- _EXERCISE_: Look through the records below for the word "outcomes". Report how many lines have it, and only that number.

[Collected data entries]
--- START ---
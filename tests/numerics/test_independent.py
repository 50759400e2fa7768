"""The second opinion against the first, on plants of unlike kind, and that it stands on its own feet."""

from __future__ import annotations

import ast
import math
from pathlib import Path
from typing import Any

import numpy as np
import pytest
from truth.engine_plants import KINDS, Kind, settled

from linverify.core.case import Interval
from linverify.core.drive import Drive
from linverify.core.outcome import Outcome
from linverify.core.plant import Plant
from linverify.numerics import independent, readout
from linverify.numerics.independent import run_independent
from linverify.numerics.simulate import Fidelity, Rig, Runs, run, run_alone

FIDELITY = Fidelity(4, 1e-3)


def rig_of(kind: Kind, **more: Any) -> Rig:
    names = more.pop("signals", kind.plant.states.names)
    return Rig(kind.plant, kind.point, kind.model, names, more.pop("envelope", {}), 1e-2 * kind.excursion, **more)


def furthest(first: Runs, second: Runs, kind: Kind) -> float:
    return float(np.max(np.abs(first.plant - second.plant) / kind.excursion[:, None, None, None]))


@pytest.mark.parametrize("course", ["held", "straight"])
@pytest.mark.parametrize("name", KINDS)
def test_both_agree_within_what_the_halved_grid_tells(name: str, course: str) -> None:
    kind = KINDS[name]()
    rig, drive = rig_of(kind), kind.drives(1, 12, course)[0]
    first, finer = run_alone(rig, drive, FIDELITY), run_alone(rig, drive, FIDELITY.finer())
    second = run_independent(rig, drive, FIDELITY)
    told = float(np.max(np.abs(first.plant - finer.plant[:, :, ::2]) / kind.excursion[:, None, None, None]))
    assert furthest(first, second, kind) <= 2 * told + 1e-8
    assert told < 2e-3
    assert np.abs(first.model - second.model).max() <= 1e-11 * np.abs(first.model).max()
    assert np.array_equal(first.times, second.times)


@pytest.mark.parametrize("course", ["held", "straight"])
@pytest.mark.parametrize("name", KINDS)
def test_twice_the_difference_to_the_halved_grid_covers_the_error(name: str, course: str) -> None:
    """Every trajectory of a batch, on four kinds of plant, against a reference 10000 times finer."""
    kind = KINDS[name]()
    rig, drives = rig_of(kind), kind.drives(16, 10, course)
    first, finer = run(rig, drives, FIDELITY), run(rig, drives, FIDELITY.finer())
    exact = run(rig, drives, Fidelity(64, 1e-7)).plant[:, :, ::16]
    size = kind.excursion[:, None, None, None]
    told = np.max(np.abs(first.plant - finer.plant[:, :, ::2]) / size, axis=(0, 1, 2))
    true = np.max(np.abs(first.plant - exact) / size, axis=(0, 1, 2))
    assert (2 * told >= true).all()
    assert (true > 0).all()


def test_exits_are_found_alike() -> None:
    kind = KINDS["pend"]()
    envelope = {"angle": Interval(0.45, 0.55), "speed": Interval(-0.25, 0.2)}
    rig = rig_of(kind, envelope=envelope, signals=("angle",))
    left = 0
    for drive in kind.drives(8, 20):
        first, second = run_alone(rig, drive, Fidelity(32, 1e-4)), run_independent(rig, drive, Fidelity(32, 1e-4))
        one, two = first.exits[0], second.exits[0]
        assert (one is None) == (two is None)
        if one is not None and two is not None:
            left += 1
            assert (one.signal, one.side, one.limit) == (two.signal, two.side, two.limit)
            assert one.time == pytest.approx(two.time, abs=1e-4)
            assert one.model_way == pytest.approx(two.model_way, abs=2e-3)
            assert first.ended[0] == one.time
            assert np.array_equal(first.counts(), second.counts())
    assert left >= 4


def test_failures_are_told_alike() -> None:
    kind = KINDS["tank"]()
    rig = rig_of(kind)
    dry = Drive(5.0, ("pump1", "pump2"), np.tile([-4.0, -4.0], (40, 1)))
    first, second = run_alone(rig, dry, FIDELITY), run_independent(rig, dry, FIDELITY)
    assert first.outcomes == (Outcome.NOT_FINITE,)
    assert not second.outcomes[0].done
    assert second.errors[0]
    assert first.ended[0] == pytest.approx(second.ended[0], rel=1e-3)


def test_difference_equation_by_its_own_loop() -> None:
    def dynamics(t: float, x: Any, u: Any, p: Any) -> Any:
        return np.stack([0.9 * x[0] + 0.1 * np.sin(u[0]), 0.8 * x[1] + 0.2 * x[0] ** 2 + 0.01 * t * u[0]])

    def measurement(t: float, x: Any, u: Any, p: Any) -> Any:
        return np.stack([x[0] + 0.5 * u[0]])

    plant = Plant(
        states={"a": "1", "b": "1"}, inputs={"u": "1"}, outputs={"y": "1"}, dynamics=dynamics,
        measurement=measurement, step=0.1,
    )  # fmt: skip
    kind = settled(plant, np.zeros(2), np.zeros(1), 0.3, [0.5], [0.5, 0.2])
    rig = rig_of(kind, signals=("a", "y"), envelope={"b": Interval(-0.05, 0.05)})
    for course in ("held", "straight"):
        for drive in kind.drives(6, 10, course):
            first, second = run_alone(rig, drive, FIDELITY), run_independent(rig, drive, FIDELITY)
            assert np.array_equal(first.model, second.model, equal_nan=True)
            assert first.exits[0] is None or second.exits[0] is not None
            seen = first.counts() & second.counts()
            assert np.abs((first.plant - second.plant)[:, seen]).max(initial=0.0) < 1e-14


def test_drifting_course_and_plant_time() -> None:
    def dynamics(t: float, x: Any, u: Any, p: Any) -> Any:
        return np.stack([2.0 + u[0] * np.cos(t) + 0.0 * x[0]])

    plant = Plant(states={"x": "m"}, inputs={"u": "1"}, dynamics=dynamics)
    kind = settled(plant, np.array([1.0]), np.zeros(1), 0.5, [1.0], [1.0], [2.0])
    second = run_independent(rig_of(kind), Drive(0.5, ("u",), np.ones((4, 1))), FIDELITY)
    assert second.plant[0, :, :, 0] == pytest.approx(np.sin(second.times), abs=1e-7)
    assert second.model[0, :, :, 0] == pytest.approx(second.times, abs=1e-9)


def test_short_pulse_is_not_missed() -> None:
    kind = KINDS["pend"]()
    values = np.zeros((100, 1))
    values[60] = 1.0
    second = run_independent(rig_of(kind), Drive(0.01, ("torque",), values), FIDELITY)
    assert np.abs(second.plant[:, :60]).max() < 1e-10
    assert second.plant[1, 60, -1, 0] == pytest.approx(0.01, rel=0.01)
    assert second.ended[0] == pytest.approx(1.0)


def test_a_jump_into_where_the_plant_has_no_numbers_is_told() -> None:
    def dynamics(t: float, x: Any, u: Any, p: Any) -> Any:
        return np.stack([np.sqrt(1.0 + u[0]) - x[0]])

    plant = Plant(states={"x": "1"}, inputs={"u": "1"}, dynamics=dynamics)
    kind = settled(plant, np.array([1.0]), np.zeros(1), 0.5, [0.5], [0.5])
    drive = Drive(0.5, ("u",), np.array([[0.1], [-1.5], [0.1]]))
    first, second = run_alone(rig_of(kind), drive, FIDELITY), run_independent(rig_of(kind), drive, FIDELITY)
    for runs in (first, second):
        assert runs.outcomes == (Outcome.NOT_FINITE,)
        assert "returned nan for x" in runs.errors[0]
        assert runs.ended.tolist() == [0.5]


def test_budget() -> None:
    kind = KINDS["pend"]()
    second = run_independent(rig_of(kind, evaluations=20), kind.drives(1, 100)[0], FIDELITY)
    assert second.outcomes == (Outcome.TOO_MANY_STEPS,)
    assert math.isfinite(second.ended[0])


def test_no_integration_code_is_shared() -> None:
    """Only values (rig) and this check's own reading may be imported from the numerical layer."""
    for module in (independent, readout):
        tree = ast.parse(Path(module.__file__).read_text(encoding="utf-8"))
        near = {node.module for node in ast.walk(tree) if isinstance(node, ast.ImportFrom) and node.level == 1}
        assert near <= {"rig", "readout", "pieces"}  # where nodes lie is shared, how to get there is not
--- END ---
- _ANSWER SECTION_: 4